** Opening Data in this exercise block **

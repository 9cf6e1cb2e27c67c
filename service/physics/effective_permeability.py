"""Magnetic rods in alternating fields: closed forms for a rod much longer than thick."""

import math

import numpy as np
import scipy

from service.physics.arguments import non_negative, positive
from service.physics.constants import MAGNETIC_CONSTANT


def effective_permeability(
    diameter: float, susceptibility: float, conductivity: float, frequency: float
) -> complex:
    """Return the relative permeability with which a long conducting rod answers along its axis.

    Args:
        diameter: m.
        susceptibility: relative permeability - 1 of the material.
        conductivity: S/m.
        frequency: Hz.

    Returns:
        mu' - j mu'': mean flux density over the field at the surface and the magnetic constant.

    Raises:
        ValueError: an argument is negative, not finite, or the diameter is zero.

    2 J1(ka) / (ka J0(ka)) times the static permeability, k^2 = -j omega mu sigma; exact for an
    endless rod (e.g. Bozorth, Ferromagnetism, ch. 17; Lammeraner and Stafl, Eddy Currents).
    """
    radius = 0.5 * positive("diameter", diameter)
    permeability = 1.0 + non_negative("susceptibility", susceptibility)
    diffusion = (
        2.0 * math.pi * non_negative("frequency", frequency) * MAGNETIC_CONSTANT * radius * radius
    ) * non_negative("conductivity", conductivity)
    argument = np.sqrt(-1j * diffusion * permeability)
    if argument == 0.0:
        return complex(permeability)
    # The scaled functions share their scale, so their quotient holds for any size.
    return complex(
        permeability
        * 2.0
        * scipy.special.jve(1, argument)
        / (argument * scipy.special.jve(0, argument))
    )


def crosswise_susceptibility(susceptibility: float, diffusion: float, harmonic: int = 1) -> complex:
    """Return the magnetisation over the applied field of a long rod in a field across it.

    Args:
        susceptibility: of the material.
        diffusion: omega mu0 sigma a^2, dimensionless.
        harmonic: 1 for a uniform field, 2 for one that grows linearly from the axis, ...

    The static value is chi / (1 + chi/2) for every harmonic; a perfect conductor has -2. From the
    vector potential J_m(k r) inside matched to r^m and r^-m outside.
    """
    permeability = 1.0 + susceptibility
    argument = np.sqrt(-1j * diffusion * permeability)
    if abs(argument) < 1e-8:
        return complex(2.0 * susceptibility / (2.0 + susceptibility))
    before, here = scipy.special.jve(harmonic - 1, argument), scipy.special.jve(harmonic, argument)
    # x J_m' = x J_(m-1) - m J_m.
    ratio = permeability * harmonic * here / (argument * before - harmonic * here)
    return complex(2.0 * (ratio - 1.0) / (ratio + 1.0))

** Closing Data in this exercise block **

### [Requirement]
From the records above, retype only the lines starting at the line that contains "vector potential J_m(k" and ending at the line that contains "before, here = scipy.special.jve(harmonic", both included.

### [Answer to this problem]
    vector potential J_m(k r) inside matched to r^m and r^-m outside.
    """
    permeability = 1.0 + susceptibility
    argument = np.sqrt(-1j * diffusion * permeability)
    if abs(argument) < 1e-8:
        return complex(2.0 * susceptibility / (2.0 + susceptibility))
    before, here = scipy.special.jve(harmonic - 1, argument), scipy.special.jve(harmonic, argument)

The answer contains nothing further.